* **WHAT YOU SHOULD DO**:
Search the records for the string "they", then copy each line that has it.

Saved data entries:
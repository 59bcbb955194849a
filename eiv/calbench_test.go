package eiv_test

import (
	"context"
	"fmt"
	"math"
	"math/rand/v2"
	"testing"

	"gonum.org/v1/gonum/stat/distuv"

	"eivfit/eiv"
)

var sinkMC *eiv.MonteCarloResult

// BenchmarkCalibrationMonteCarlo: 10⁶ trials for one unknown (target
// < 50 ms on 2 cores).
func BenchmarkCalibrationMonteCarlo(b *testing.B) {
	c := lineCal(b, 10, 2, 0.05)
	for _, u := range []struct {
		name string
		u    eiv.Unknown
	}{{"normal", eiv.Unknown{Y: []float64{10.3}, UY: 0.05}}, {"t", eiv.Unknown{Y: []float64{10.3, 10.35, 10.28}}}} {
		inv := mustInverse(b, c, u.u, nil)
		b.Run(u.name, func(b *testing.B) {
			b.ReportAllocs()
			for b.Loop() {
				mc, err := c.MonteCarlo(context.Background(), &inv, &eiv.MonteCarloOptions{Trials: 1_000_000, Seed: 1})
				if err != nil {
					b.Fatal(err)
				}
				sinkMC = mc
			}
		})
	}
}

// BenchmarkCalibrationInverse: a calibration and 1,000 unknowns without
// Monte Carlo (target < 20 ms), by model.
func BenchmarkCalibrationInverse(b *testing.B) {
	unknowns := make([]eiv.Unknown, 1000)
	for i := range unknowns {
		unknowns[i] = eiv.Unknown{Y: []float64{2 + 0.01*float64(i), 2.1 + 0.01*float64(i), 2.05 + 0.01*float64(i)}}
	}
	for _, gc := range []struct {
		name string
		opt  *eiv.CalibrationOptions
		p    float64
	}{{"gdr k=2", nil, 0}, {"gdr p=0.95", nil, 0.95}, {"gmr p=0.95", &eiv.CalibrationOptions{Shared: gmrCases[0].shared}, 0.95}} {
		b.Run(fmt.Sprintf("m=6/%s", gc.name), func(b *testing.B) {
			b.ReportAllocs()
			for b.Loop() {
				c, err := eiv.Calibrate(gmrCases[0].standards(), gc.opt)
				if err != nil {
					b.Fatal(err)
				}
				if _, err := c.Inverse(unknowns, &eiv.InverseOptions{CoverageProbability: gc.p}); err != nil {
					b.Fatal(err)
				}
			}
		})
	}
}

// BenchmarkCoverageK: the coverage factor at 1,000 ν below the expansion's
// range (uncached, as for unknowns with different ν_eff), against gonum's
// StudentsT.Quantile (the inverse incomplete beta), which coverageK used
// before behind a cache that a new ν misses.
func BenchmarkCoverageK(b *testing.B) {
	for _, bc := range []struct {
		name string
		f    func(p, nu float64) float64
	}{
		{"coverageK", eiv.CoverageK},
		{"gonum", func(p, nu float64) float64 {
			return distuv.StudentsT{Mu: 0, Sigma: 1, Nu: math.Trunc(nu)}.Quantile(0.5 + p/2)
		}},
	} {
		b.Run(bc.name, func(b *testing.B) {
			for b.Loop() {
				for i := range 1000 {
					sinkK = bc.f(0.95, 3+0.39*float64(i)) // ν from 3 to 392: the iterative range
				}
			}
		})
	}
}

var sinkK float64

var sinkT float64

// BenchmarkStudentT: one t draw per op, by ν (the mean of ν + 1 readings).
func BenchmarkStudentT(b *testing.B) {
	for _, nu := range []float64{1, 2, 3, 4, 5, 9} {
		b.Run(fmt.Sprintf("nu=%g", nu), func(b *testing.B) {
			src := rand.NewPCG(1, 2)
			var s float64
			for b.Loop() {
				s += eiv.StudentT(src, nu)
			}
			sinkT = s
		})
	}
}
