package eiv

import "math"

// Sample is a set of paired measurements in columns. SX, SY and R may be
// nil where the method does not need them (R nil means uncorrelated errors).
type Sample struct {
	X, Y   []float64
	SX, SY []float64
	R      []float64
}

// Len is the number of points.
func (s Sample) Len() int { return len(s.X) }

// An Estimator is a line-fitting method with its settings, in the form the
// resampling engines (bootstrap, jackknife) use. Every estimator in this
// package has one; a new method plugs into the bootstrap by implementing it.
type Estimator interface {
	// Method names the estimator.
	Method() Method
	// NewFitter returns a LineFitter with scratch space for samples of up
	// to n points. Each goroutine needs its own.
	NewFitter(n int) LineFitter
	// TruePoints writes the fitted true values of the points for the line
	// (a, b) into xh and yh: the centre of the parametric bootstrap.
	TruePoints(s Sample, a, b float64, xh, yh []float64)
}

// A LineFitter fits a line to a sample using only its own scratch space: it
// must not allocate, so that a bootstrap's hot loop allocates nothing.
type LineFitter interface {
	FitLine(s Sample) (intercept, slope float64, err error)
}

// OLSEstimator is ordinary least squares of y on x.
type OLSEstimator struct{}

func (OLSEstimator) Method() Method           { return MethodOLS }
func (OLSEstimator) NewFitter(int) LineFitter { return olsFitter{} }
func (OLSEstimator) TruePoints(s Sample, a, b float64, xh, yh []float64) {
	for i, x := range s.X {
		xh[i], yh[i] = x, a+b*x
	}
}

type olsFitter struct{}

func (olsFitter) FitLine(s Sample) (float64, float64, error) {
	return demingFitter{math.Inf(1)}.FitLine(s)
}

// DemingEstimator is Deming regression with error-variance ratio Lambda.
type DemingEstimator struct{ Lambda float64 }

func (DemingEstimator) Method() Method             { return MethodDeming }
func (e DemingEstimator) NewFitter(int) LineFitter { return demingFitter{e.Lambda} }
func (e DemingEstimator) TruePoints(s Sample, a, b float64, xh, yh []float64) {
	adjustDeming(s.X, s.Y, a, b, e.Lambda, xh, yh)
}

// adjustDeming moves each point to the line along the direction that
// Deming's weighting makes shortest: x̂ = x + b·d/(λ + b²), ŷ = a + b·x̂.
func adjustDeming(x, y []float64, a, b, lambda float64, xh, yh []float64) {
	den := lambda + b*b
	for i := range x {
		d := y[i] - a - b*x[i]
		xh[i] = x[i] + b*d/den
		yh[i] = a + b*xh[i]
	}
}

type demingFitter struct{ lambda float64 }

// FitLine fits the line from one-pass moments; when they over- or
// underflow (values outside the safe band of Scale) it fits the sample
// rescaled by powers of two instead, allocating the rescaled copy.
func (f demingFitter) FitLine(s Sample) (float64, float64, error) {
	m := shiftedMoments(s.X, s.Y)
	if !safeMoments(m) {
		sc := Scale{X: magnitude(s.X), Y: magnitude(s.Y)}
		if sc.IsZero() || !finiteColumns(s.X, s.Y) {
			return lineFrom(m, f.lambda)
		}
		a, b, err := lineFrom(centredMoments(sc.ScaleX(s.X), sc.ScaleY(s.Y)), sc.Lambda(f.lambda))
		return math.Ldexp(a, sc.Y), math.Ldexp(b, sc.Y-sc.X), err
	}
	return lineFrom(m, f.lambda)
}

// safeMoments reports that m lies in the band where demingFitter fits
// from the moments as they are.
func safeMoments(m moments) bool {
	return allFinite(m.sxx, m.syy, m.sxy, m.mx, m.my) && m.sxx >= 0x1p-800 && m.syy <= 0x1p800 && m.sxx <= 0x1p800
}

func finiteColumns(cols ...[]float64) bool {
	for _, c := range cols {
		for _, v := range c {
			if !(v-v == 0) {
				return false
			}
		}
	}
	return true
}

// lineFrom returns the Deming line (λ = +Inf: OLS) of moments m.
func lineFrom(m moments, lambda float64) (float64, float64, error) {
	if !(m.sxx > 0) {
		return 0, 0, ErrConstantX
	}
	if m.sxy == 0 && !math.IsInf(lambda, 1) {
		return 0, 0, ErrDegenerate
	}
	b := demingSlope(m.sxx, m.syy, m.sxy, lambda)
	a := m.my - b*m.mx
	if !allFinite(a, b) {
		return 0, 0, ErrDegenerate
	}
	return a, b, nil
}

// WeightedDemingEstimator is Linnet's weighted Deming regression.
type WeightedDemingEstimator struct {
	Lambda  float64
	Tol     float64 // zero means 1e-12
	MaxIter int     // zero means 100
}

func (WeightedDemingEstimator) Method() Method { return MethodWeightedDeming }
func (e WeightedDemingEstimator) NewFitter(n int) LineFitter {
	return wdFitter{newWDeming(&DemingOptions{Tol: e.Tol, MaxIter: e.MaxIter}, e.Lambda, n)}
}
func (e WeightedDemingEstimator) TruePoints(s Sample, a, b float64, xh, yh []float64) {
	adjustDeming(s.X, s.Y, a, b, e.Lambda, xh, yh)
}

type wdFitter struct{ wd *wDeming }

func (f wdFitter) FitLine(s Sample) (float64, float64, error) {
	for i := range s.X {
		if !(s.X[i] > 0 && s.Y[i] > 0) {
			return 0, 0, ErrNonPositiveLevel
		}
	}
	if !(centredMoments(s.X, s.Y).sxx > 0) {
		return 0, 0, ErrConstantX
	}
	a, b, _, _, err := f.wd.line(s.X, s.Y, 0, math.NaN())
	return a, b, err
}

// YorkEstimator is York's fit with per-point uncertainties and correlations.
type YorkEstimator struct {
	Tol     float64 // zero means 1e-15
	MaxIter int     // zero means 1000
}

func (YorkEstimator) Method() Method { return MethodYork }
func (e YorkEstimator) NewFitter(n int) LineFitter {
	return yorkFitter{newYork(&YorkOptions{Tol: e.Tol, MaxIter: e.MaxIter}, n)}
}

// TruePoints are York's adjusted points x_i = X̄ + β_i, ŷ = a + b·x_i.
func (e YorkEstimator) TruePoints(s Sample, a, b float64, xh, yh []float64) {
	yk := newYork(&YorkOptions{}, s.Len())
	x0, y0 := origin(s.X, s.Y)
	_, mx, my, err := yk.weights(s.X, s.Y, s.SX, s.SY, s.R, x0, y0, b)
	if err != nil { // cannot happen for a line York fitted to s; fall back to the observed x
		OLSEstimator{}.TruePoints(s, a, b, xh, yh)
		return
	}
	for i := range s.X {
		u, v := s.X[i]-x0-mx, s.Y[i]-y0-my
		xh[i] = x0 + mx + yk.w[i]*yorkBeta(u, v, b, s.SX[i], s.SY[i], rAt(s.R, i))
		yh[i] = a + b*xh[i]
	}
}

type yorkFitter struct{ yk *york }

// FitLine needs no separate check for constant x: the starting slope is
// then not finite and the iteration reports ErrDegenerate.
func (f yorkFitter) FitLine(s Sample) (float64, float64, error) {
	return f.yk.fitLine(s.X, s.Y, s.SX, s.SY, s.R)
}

* **TASK OUTPUT**:
// FitLine fits the line from one-pass moments; when they over- or
// from the moments as they are.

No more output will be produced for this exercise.